Posté : 28 octobre, 2020 @ 8:00 dans 1930-1939, DUVIVIER Julien, GABIN Jean, VANEL Charles | Pas de commentaires »

La Belle Equipe

« Quand on s’promène au bord de l’eau, comme tout est beau, quel renouveau… » Pourquoi cette chanson est-elle l’une des plus marquantes de l’histoire du cinéma ? Tout bêtement parce qu’elle vous trotte dans la tête pendant des jours : je suis incapable de revoir le film sans la fredonner en boucle jusqu’à se prendre une baffe par vos voisins agacés… Aussi parce qu’elle est chantée par un Gabin au sommet, et parce qu’elle symbolise ce que lui-même symbolise : une certaine douceur de vivre, des rêves modestes, une idée de l’amitié et du bonheur…

La Belle Equipe a été érigé en film étendard du Front Populaire. C’est en partie vrai. Sorti en pleine révolution sociale, le film de Duvivier s’impose comme le totem de cette France des travailleurs qui aspire à son petit coin de paradis. La fin pessimiste voulue par Duvivier et son coscénariste Charles Spaak vient quand même tempérer la chose.

Cette fin pessimiste a d’ailleurs longtemps été invisible. Après sa sortie originale, le film a été remonté à la demande du producteur, mais avec l’accord de ses auteurs, pour une fin optimiste qui a été la seule visible pendant des décennies. Aujourd’hui, le débat est loin d’être tranché. Et il n’est pas anodin.
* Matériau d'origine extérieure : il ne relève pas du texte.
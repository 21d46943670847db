import { fail, type Result, succeed } from '../failures'
import { nearest, quoted } from './nearest'

export interface CommandLine {
  readonly input: string
  readonly json: boolean
  readonly xlsx?: string
  readonly cuts?: string
}

export const usage =
  'npm run --silent estimate -- --input FILE.json [--json] [--xlsx OUT.xlsx] [--cuts OUT.json]'
const flags = ['--input', '--json', '--xlsx', '--cuts'] as const

/** The command's arguments; each flag once. */
export function readCommandLine(given: readonly string[]): Result<CommandLine> {
  const files = new Map<string, string>()
  let json = false
  for (let i = 0; i < given.length; i++) {
    const word = given[i] ?? ''
    const flag = flags.find((one) => one === word)
    if (!flag) {
      return fail('invalid', `Expected ${usage}; the nearest to ${quoted(word)} is ${nearest(word, flags)}.`)
    }
    if (flag === '--json' ? json : files.has(flag)) return fail('invalid', `Expected ${flag} once.`)
    if (flag === '--json') {
      json = true
      continue
    }
    const file = given[++i]
    if (file === undefined || file === '' || file.startsWith('--')) {
      return fail('invalid', `Expected a file name after ${flag}.`)
    }
    files.set(flag, file)
  }
  const input = files.get('--input')
  if (input === undefined) return fail('invalid', `Expected ${usage}.`)
  const xlsx = files.get('--xlsx')
  const cuts = files.get('--cuts')
  return succeed({
    input,
    json,
    ...(xlsx === undefined ? {} : { xlsx }),
    ...(cuts === undefined ? {} : { cuts }),
  })
}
Je dois avouer une petite préférence pour la fin optimiste, ne serait-ce que parce que la pessimiste ne m’a jamais totalement convaincu. Elle est belle, terriblement triste (« C’était une belle idée »), mais sonne un peu faux par rapport à ce qu’est au fond La Belle Equipe, avant d’être le film du Front Populaire : une ode à l’amitié, à l’entraide. Un film presque naïf sur la camaraderie, plus forte que tout : cette nuit passée sur un toit, sous des trombes d’eau, en est l’aboutissement après bien des moments forts.

Et ça commence dès cette main posée par Gabin sur son ami Vanel, cafardeur. Ou avec Aimos, grande gueule joviale qui sait se faire grave pour aider un copain… Duvivier signe un film plein d’empathie. Il aime ses personnages, et ça se sent. Des hommes avec leurs fragilités, leurs défauts, leurs faiblesses… Une ode à la collectivité, une merveille qui donne envie de s’promener au bord de l’eau, tient…
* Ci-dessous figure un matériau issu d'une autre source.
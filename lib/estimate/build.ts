import { type Result, succeed } from '../failures'
import type { UnitSystem } from '../units'
import type { Workbook } from '../workbook'
import { compile } from './compile'
import type { Scalar } from './declare'
import { type InputValue, readInputs, setInputs } from './given-inputs'
import { type OpeningGiven, readOpenings } from './given-openings'
import { isRecord } from './json'
import { type Overrides, overrideTables } from './overrides'
import { steps } from './template'

export interface WorkbookRequest {
  readonly system: UnitSystem
  /** Numbers are in the system's units; strings may carry any unit of the kind. */
  readonly inputs?: Readonly<Record<string, InputValue>>
  readonly openings?: readonly OpeningGiven[]
  readonly overrides?: Overrides
}

/**
 * The seeded workbook: every sheet, formula and name, with the given inputs, openings and overrides in it.
 * Refused (`invalid`, with what was expected) when a name is unknown, a value is of the wrong kind or out of its
 * limits, or no such house can stand.
 */
export function buildWorkbook(request: WorkbookRequest): Result<Workbook> {
  const { system } = request
  const asked = isRecord(request.inputs) ? request.inputs.currency : undefined
  const around = { system, currency: typeof asked === 'string' ? asked.trim().toUpperCase() : 'USD' }
  const tables = overrideTables(request.overrides, around)
  if (!tables.ok) return tables
  const surroundings = { ...around, codes: tables.value.codes }
  const inputs = readInputs(request.inputs, surroundings)
  if (!inputs.ok) return inputs
  const openings = readOpenings(request.openings, surroundings)
  if (!openings.ok) return openings
  const workbook = compile([...steps(openings.value), ...tables.value.sheets], system)
  const values = new Map<string, readonly Scalar[]>(inputs.value)
  values.set('unit_system', [system])
  setInputs(workbook, values)
  return succeed(workbook)
}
Le Diable souffle – d’Edmond T. Gréville – 1947

Posté : 23 octobre, 2020 @ 8:00 dans 1940-1949, GREVILLE Edmond T., VANEL Charles | Pas de commentaires »

Le Diable souffle

Un homme trop seul, une femme trop belle, un deuxième homme trop jeune… Combinaison typique d’un film noir à l’américaine, que Gréville s’approprie totalement. Son principal apport, c’est le vent, ce vent présenté dès la belle introduction comme le personnage principal du drame. Un vent qui souffle constamment sur cette petite maison isolée du monde, sur une île entre deux pays, la France et l’Espagne. Un vent qui pèse sur les humeurs, qui isole, qui exacerbe les sentiments, qui rend fou…
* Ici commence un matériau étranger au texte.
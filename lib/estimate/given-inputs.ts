import { fail, type Result, succeed } from '../failures'
import type { Workbook } from '../workbook'
import { checkValue, type Surroundings } from './check-value'
import { inSystem } from './compile'
import type { Scalar } from './declare'
import { isRecord } from './json'
import { nearest, quoted } from './nearest'
import { frameChecks, type House } from './sheets/frame-checks'
import { type TemplateInput, templateInputs } from './template'

export type InputValue = number | string | boolean | readonly (number | string)[]

/** `unit_system` is set with the workbook, not by name, but stands among the inputs that people give. */
export const inputNames: readonly string[] = ['unit_system', ...templateInputs.map(({ name }) => name)]

const byName = new Map(templateInputs.map((one) => [one.name, one]))

/** Every given value checked against its kind, limits and choices; one cell value each, or twelve. */
export function readInputs(given: unknown, around: Surroundings): Result<Map<string, readonly Scalar[]>> {
  const read = new Map<string, readonly Scalar[]>()
  if (given === undefined) return succeed(read)
  if (!isRecord(given)) return fail('invalid', 'inputs: expected an object of named values.')
  for (const [name, value] of Object.entries(given)) {
    if (name === 'unit_system') {
      if (value === around.system) continue
      return fail('invalid', `unit_system: expected ${around.system}, the workbook's own.`, { name })
    }
    const spec = byName.get(name)
    if (!spec) {
      const near = nearest(name, inputNames)
      return fail('invalid', `Expected a named input; the nearest to ${quoted(name)} is ${near}.`, { name })
    }
    const checked = readOne(spec, value, around)
    if (!checked.ok) return checked
    read.set(name, checked.value)
  }
  const wrong = houseFault(read, around)
  return wrong ?? succeed(read)
}

function readOne(spec: TemplateInput, value: unknown, around: Surroundings): Result<readonly Scalar[]> {
  const { name, count } = spec
  if (count === 1) {
    const one = checkValue(spec, value, around)
    return one.ok ? succeed([one.value]) : one
  }
  if (!Array.isArray(value) || value.length !== count) {
    return fail('invalid', `${name}: expected a list of ${count} values, one a month.`, { name })
  }
  const list: Scalar[] = []
  for (const [index, each] of value.entries()) {
    const one = checkValue(spec, each, around)
    if (!one.ok)
      return fail('invalid', one.failure.text.replace(name, `${name}, value ${index + 1}`), { name })
    list.push(one.value)
  }
  return succeed(list)
}

/** The first rule that the house breaks, as a failure that names the input to change. */
function houseFault(read: ReadonlyMap<string, readonly Scalar[]>, { system }: Surroundings) {
  const of = (name: keyof House): Scalar => {
    const given = read.get(name)?.[0]
    if (given !== undefined) return given
    const spec = byName.get(name)
    if (spec?.default === undefined) throw new Error(`${name} has no default`)
    return inSystem(spec.default, spec.quantity, system)
  }
  const house: House = {
    frame_type: String(of('frame_type')),
    frame_width: Number(of('frame_width')),
    eave_height: Number(of('eave_height')),
    ridge_height: Number(of('ridge_height')),
    knee_wall_height: Number(of('knee_wall_height')),
    front_wall_tilt: Number(of('front_wall_tilt')),
    bay_count: Number(of('bay_count')),
  }
  for (const { about, rules } of frameChecks) {
    const broken = rules.find(({ wrong }) => wrong(house))
    if (!broken) continue
    const says = broken.says.charAt(0).toLowerCase() + broken.says.slice(1)
    return fail('invalid', `${about}: ${says}.`, { name: about })
  }
  return undefined
}

/** Writes checked values into their named cells. */
export function setInputs(workbook: Workbook, read: ReadonlyMap<string, readonly Scalar[]>): void {
  for (const [name, values] of read) {
    const area = workbook.names.get(name)?.area
    const sheet = workbook.sheets.find(({ id }) => id === area?.sheet)
    if (!area || !sheet) throw new Error(`${name} has no cell`)
    values.forEach((value, index) => {
      const row = sheet.rows[area.row + index]
      if (!row) throw new Error(`${name} has no row ${index}`)
      row[area.column] = { ...row[area.column], input: value }
    })
  }
}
Gréville flirte avec les codes du film noir. Il fait de Charles Vanel (immense, mais comme toujours finalement) un bon type asocial, qui tombe amoureux d’une jeune femme (Héléna Bossis) dont on sent bien qu’elle n’est pas pour lui : une citadine habituée à la vie nocturne, qu’il rencontre alors qu’elle a tout perdu, avant de l’emmener dans son île si proche, mais si loin de tout. Et puis ce troisième personnage (Jean Chevrier), dont on sent aussi qu’il amène le drame malgré lui, chirurgien madrilène condamné à mort dans son pays.

Un canevas si classique, pour un film si singulier. La justesse exceptionnelle des personnages (cette ultime main tendue entre Vanel et Héléna Bossis, d’une beauté renversante), et le choc esthétique que procure à peu près chaque plan… La pluie lourde et les barres verticales qui soulignent le poids qui pèse sur la jeune femme au début du film, dans des décors poisseux impressionnants… Des éléments de décors qui isolent l’un ou l’autre des acteurs… Ce vent qui ploie les roseaux ou souligne la sensualité brûlante d’Héléna Bossis…

Gréville est un très grand cinéaste méconnu, qui n’occupe pas la place qu’il mérite dans l’histoire du cinéma. Ce film majeur en est une preuve éclatante.